**What the exercise asks:**
Spot each line in the records below where the word "assessors" occurs, then copy it.

**Information given:**
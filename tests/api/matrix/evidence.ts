import type { MatrixRows } from './types.js';

const everyone = ['technician', 'assessor', 'manager', 'auditor', 'admin'] as const;

// Everyone may ask: a person sees their own evidence, covering assessors and managers their sites', auditors and admins all.
export const rows: MatrixRows = {
  'GET /evidence': [...everyone],
  'POST /evidence': ['technician', 'assessor', 'manager'],
  'GET /evidence/:id': [...everyone],
  'GET /evidence/:id/content': [...everyone],
};
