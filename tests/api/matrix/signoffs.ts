import type { MatrixRows } from './types.js';

const fillers = ['technician', 'assessor'] as const;
const readers = ['technician', 'assessor', 'manager', 'auditor'] as const;

// Sign-offs: bench staff fill in their own; assessors countersign other people's; managers and auditors read.
export const rows: MatrixRows = {
  'GET /signoffs': [...readers],
  'POST /signoffs': [...fillers],
  'GET /signoffs/:id': [...readers],
  'PUT /signoffs/:id/items/:itemId': [...fillers],
  'POST /signoffs/:id/submit': [...fillers],
  'POST /signoffs/:id/countersign': ['assessor'],
  'POST /signoffs/:id/return': ['assessor'],
  'POST /signoffs/:id/corrections': [...fillers],
};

**Exercise solution:**
// Everyone may ask: a person sees their own evidence, covering assessors and managers their sites', auditors and admins all.
// Sign-offs: bench staff fill in their own; assessors countersign other people's; managers and auditors read.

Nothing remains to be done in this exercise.